Why the UK keeps falling behind on workforce health

roundtable group

When Dame Carol Black gathered wellbeing leaders, economists and international experts in Westminster recently, one country kept resurfacing in the discussion: Denmark. Not because it spends dramatically more, but because it has built a system designed to intervene early, align incentives and keep people connected to work. The contrast with the UK was stark.

A system built on late intervention

The roundtable took place shortly after the King opened the new Parliament with a renewed focus on economic security. Yet the discussion suggested that the UK’s current approach to workforce health is still shaped by a reactive model that waits for people to fall out of work before meaningful support begins. With long term sickness rising and the NHS absorbing pressures it was never designed to carry, the consequences are becoming increasingly difficult to ignore.

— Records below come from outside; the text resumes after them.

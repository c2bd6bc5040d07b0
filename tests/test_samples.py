"""The summary sampler and the samples-file reader (DESIGN.md section 3)."""

import astropy.units as u
import numpy as np
import pytest

from factsheet.errors import InputError
from factsheet.model import Parameters
from factsheet.quantities import Estimate
from factsheet.samples import draw, draw_parameters, read_samples_csv

RNG = np.random.default_rng(1)


@pytest.mark.parametrize("level", [0.9, 0.68])
def test_draw_reproduces_median_and_bounds(level):
    est = Estimate(42.0, 7.0, 5.0, u.solMass)
    x = draw(est, 200_000, level, (0.0, np.inf), np.random.default_rng(3))
    low, med, high = np.percentile(x, [50 * (1 - level), 50, 50 * (1 + level)])
    # sampling error of a quantile at n = 2e5 is ~0.01 here; allow 0.05
    assert med == pytest.approx(42.0, abs=0.05)
    assert low == pytest.approx(37.0, abs=0.05) and high == pytest.approx(49.0, abs=0.05)


def test_truncation_keeps_samples_inside_physical_limits():
    spin = draw(Estimate(0.95, 0.2, 0.3, u.one), 50_000, 0.9, (-1.0, 1.0), RNG)
    mass = draw(Estimate(1.0, 3.0, 2.0, u.solMass), 50_000, 0.9, (0.0, np.inf), RNG)
    assert spin.max() <= 1.0 and spin.min() >= -1.0 and (mass > 0).all()
    assert len(np.unique(spin)) == len(spin)  # nothing piled up on the limit


def test_exact_value_gives_constant_samples():
    assert (draw(Estimate(4.0, 0, 0, u.km), 10, 0.9, (0, np.inf), RNG) == 4.0).all()


def test_component_labels_kept_and_seed_reproducible():
    params = Parameters(
        {
            "mass_1": Estimate(10.0, 3.0, 3.0, u.solMass),
            "mass_2": Estimate(9.5, 3.0, 3.0, u.solMass),
            "spin_1z": Estimate(0.5, 0.0, 0.0, u.one),
            "spin_2z": Estimate(-0.5, 0.0, 0.0, u.one),
            "luminosity_distance": Estimate(400.0, 100.0, 100.0, u.Mpc),
        }
    )
    a = draw_parameters(params, 5000, 0.9, seed=7)
    b = draw_parameters(params, 5000, 0.9, seed=7)
    assert all(np.array_equal(a[k], b[k]) for k in a)
    assert (a["mass_1"] >= a["mass_2"]).all()
    swapped = a["spin_1z"] < 0  # spins follow their body when labels swap
    assert swapped.any() and (a["spin_2z"][swapped] == 0.5).all()


def write(tmp_path, text, name="s.csv"):
    path = tmp_path / name
    path.write_text(text, encoding="utf-8")
    return path


def test_samples_csv_with_units_in_header(tmp_path):
    path = write(
        tmp_path,
        "# comment\nmass_1 [kg],mass_2 [Msun],luminosity_distance [Gpc],spin_1z\n"
        "3.97682e31,10,1.5,0.2\n3.97682e31,12,1.0,0.1\n",
    )
    s = read_samples_csv(path)
    assert s["mass_1"][0] == pytest.approx(20.0, rel=1e-4)  # 2 x 1.98841e30 kg (IAU 2015 / CODATA)
    assert s["luminosity_distance"].tolist() == [1500.0, 1000.0]
    assert s["spin_1z"].tolist() == [0.2, 0.1]


@pytest.mark.parametrize(
    ("text", "line", "words"),
    [
        ("mass_1 [Msun],mass_2 [Msun]\n1,1\n", 1, "missing column(s): luminosity_distance"),
        ("mass_1 [Mpc],mass_2 [Msun],luminosity_distance [Mpc]\n1,1,1\n", 1, "not a mass"),
        (
            "mass_1 [Msun],mass_2 [Msun],luminosity_distance [Mpc],bogus\n1,1,1,1\n",
            1,
            "unknown column",
        ),
        (
            "mass_1 [Msun],mass_2 [Msun],luminosity_distance [Mpc]\n1,1,1\n2,x,1\n",
            3,
            "not a number",
        ),
        ("mass_1 [Msun],mass_2 [Msun],luminosity_distance [Mpc]\n1,1\n", 2, "2 cells, expected 3"),
        ("mass_1 [Msun],mass_2 [Msun],luminosity_distance [Mpc]\n1,-1,1\n", 2, "physical range"),
        ("mass_1 [Msun],mass_2 [Msun],luminosity_distance [Mpc]\n1,nan,1\n", 2, "physical range"),
        ("mass_1 [Msun],mass_2 [Msun],luminosity_distance [Mpc]\n", 2, "no sample rows"),
    ],
)
def test_bad_samples_files_name_line(tmp_path, text, line, words):
    path = write(tmp_path, text)
    with pytest.raises(InputError) as info:
        read_samples_csv(path)
    (problem,) = [str(p) for p in info.value.problems]
    assert problem.startswith(f"{path}:{line}:") and words in problem


def test_binary_samples_file(tmp_path):
    path = tmp_path / "s.csv"
    path.write_bytes(b"\xff\xfe\x00\x01")
    with pytest.raises(InputError, match="not UTF-8"):
        read_samples_csv(path)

Dame Carol Black set the tone early. “For too long, our system has intervened only after people have already fallen out of work,” she said. Support often begins only once someone has already left work, making recovery slower, more expensive and far less successful. Prevention, she argued, must become the organising principle rather than a hopeful aspiration.

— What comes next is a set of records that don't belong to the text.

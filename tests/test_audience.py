"""Two audiences from one catalogue: a public build carries no trace of internal items."""

from pathlib import Path

from helpers import VALID_EVENT, write_catalogue

from factsheet.build import build


def event(event_id: str, title: str, extra: str = "") -> str:
    text = VALID_EVENT.replace("id: TEST-1", f"id: {event_id}")
    return text.replace("title: A test pair", f"title: {title}") + extra


def all_output(folder: Path) -> str:
    return "\n".join(
        p.read_bytes().decode("utf-8", "replace") for p in folder.rglob("*") if p.is_file()
    )


def make(tmp_path: Path) -> Path:
    return write_catalogue(
        tmp_path / "cat",
        {
            "a.yaml": event("OPEN-1", "Open pair", "internal_notes: Secret-note-alpha\n"),
            "b.yaml": event(
                "HIDDEN-2",
                "Hidden-title-beta",
                "visibility: internal\ninternal_notes: Secret-note-gamma\n",
            ),
            "c.yaml": event(
                "LATER-3", "Embargoed-title-delta", 'embargo_until: "2999-01-01T00:00"\n'
            ),
            "d.yaml": event("PAST-4", "Embargo-over", 'embargo_until: "2001-01-01T00:00"\n'),
        },
    )


def test_public_build_has_no_trace_of_internal_or_embargoed(tmp_path, monkeypatch):
    monkeypatch.setenv("SOURCE_DATE_EPOCH", "1800000000")  # 2027: before the embargo ends
    out = tmp_path / "public"
    report = build(make(tmp_path), out)
    assert (report.built, report.withheld_internal, report.withheld_embargo) == (2, 1, 1)
    text = all_output(out)
    for secret in (
        "HIDDEN-2",
        "Hidden-title-beta",
        "Secret-note-gamma",
        "LATER-3",
        "Embargoed-title-delta",
        "Secret-note-alpha",
    ):
        assert secret not in text, secret
    assert "OPEN-1" in text and "PAST-4" in text


def test_internal_build_shows_everything_and_marks_it(tmp_path, monkeypatch):
    monkeypatch.setenv("SOURCE_DATE_EPOCH", "1800000000")
    out = tmp_path / "internal"
    report = build(make(tmp_path), out, audience="internal")
    assert report.built == 4
    hidden = (out / "events" / "HIDDEN-2.html").read_text()
    assert "Secret-note-gamma" in hidden and "internal only" in hidden
    assert "embargoed until" in (out / "events" / "LATER-3.html").read_text()
    assert "Internal build" in (out / "index.html").read_text()


def test_embargo_lifts_with_the_build_time(tmp_path, monkeypatch):
    monkeypatch.setenv("SOURCE_DATE_EPOCH", "32503680000")  # year 3000
    assert build(make(tmp_path), tmp_path / "later").built == 3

Management capability has been eroded

Participants agreed that the UK’s systems are structurally misaligned. Managers are often expected to identify and respond to wellbeing issues, yet many lack the time, training or institutional backing to do so. Years of efficiency driven restructuring have hollowed out management capability. As a result, disengagement often begins long before sickness absence. Employees feel invisible, unheard or unsupported, and by the time problems surface formally, they are already entrenched.

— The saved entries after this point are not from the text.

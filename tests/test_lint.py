"""Strict checks from day one: ruff lint and format over the checkout, mypy over the schema and
the physics (the files listed under [tool.mypy] in pyproject.toml) — STYLE.md point 12."""

import shutil
import subprocess
from pathlib import Path

import pytest

ROOT = Path(__file__).resolve().parents[1]


@pytest.mark.parametrize("command", [["check", "."], ["format", "--check", "."]])
def test_ruff(command):
    ruff = shutil.which("ruff")
    if ruff is None:
        pytest.fail("ruff is missing: pip install -e '.[test]'")
    done = subprocess.run([ruff, *command], cwd=ROOT, capture_output=True, text=True)
    assert done.returncode == 0, done.stdout + done.stderr


def test_mypy():
    mypy = shutil.which("mypy")
    if mypy is None:
        pytest.fail("mypy is missing: pip install -e '.[test]'")
    done = subprocess.run([mypy], cwd=ROOT, capture_output=True, text=True)
    assert done.returncode == 0, done.stdout + done.stderr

This erosion of capability is becoming more significant as workplaces adopt AI and automation. While these technologies can improve efficiency, they risk intensifying pressure if productivity expectations rise without corresponding improvements in management support and workplace culture. Good work can be therapeutic, but only when organisations are safe, supportive and flexible enough to accommodate illness or disability.

What Denmark gets right

This is where the Denmark comparison becomes instructive. Danish employers, government bodies, welfare services and insurers work together to intervene early and keep people connected to work wherever possible. The Danish approach treats workforce wellbeing not as a separate social issue, but as part of long term economic strategy.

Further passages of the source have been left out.